REQUIRED WORK: Using the data below, return every line that holds the word "IReadOnlyDictionary".

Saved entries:
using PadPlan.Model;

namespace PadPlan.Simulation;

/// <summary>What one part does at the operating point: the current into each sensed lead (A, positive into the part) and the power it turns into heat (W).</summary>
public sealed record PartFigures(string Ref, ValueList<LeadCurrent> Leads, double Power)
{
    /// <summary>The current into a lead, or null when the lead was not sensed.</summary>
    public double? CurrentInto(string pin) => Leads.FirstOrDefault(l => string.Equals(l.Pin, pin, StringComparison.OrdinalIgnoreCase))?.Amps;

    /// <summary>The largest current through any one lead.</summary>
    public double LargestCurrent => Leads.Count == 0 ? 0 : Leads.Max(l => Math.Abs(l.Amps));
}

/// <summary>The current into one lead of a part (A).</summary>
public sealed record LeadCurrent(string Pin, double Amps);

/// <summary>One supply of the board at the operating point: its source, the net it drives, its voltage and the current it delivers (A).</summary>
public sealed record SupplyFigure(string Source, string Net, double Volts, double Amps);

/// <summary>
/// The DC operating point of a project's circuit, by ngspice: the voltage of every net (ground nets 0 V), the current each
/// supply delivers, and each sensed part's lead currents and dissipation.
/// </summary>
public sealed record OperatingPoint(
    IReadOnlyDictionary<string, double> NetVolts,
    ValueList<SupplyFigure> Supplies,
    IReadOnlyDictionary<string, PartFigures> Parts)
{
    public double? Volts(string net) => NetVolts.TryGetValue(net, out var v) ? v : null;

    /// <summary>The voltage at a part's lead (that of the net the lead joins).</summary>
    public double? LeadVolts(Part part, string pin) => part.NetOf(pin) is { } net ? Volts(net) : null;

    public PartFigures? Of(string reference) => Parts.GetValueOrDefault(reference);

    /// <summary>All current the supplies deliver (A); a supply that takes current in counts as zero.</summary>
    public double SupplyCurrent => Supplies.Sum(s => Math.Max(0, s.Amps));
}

RESPONSE BOX:
    IReadOnlyDictionary<string, double> NetVolts,
    IReadOnlyDictionary<string, PartFigures> Parts)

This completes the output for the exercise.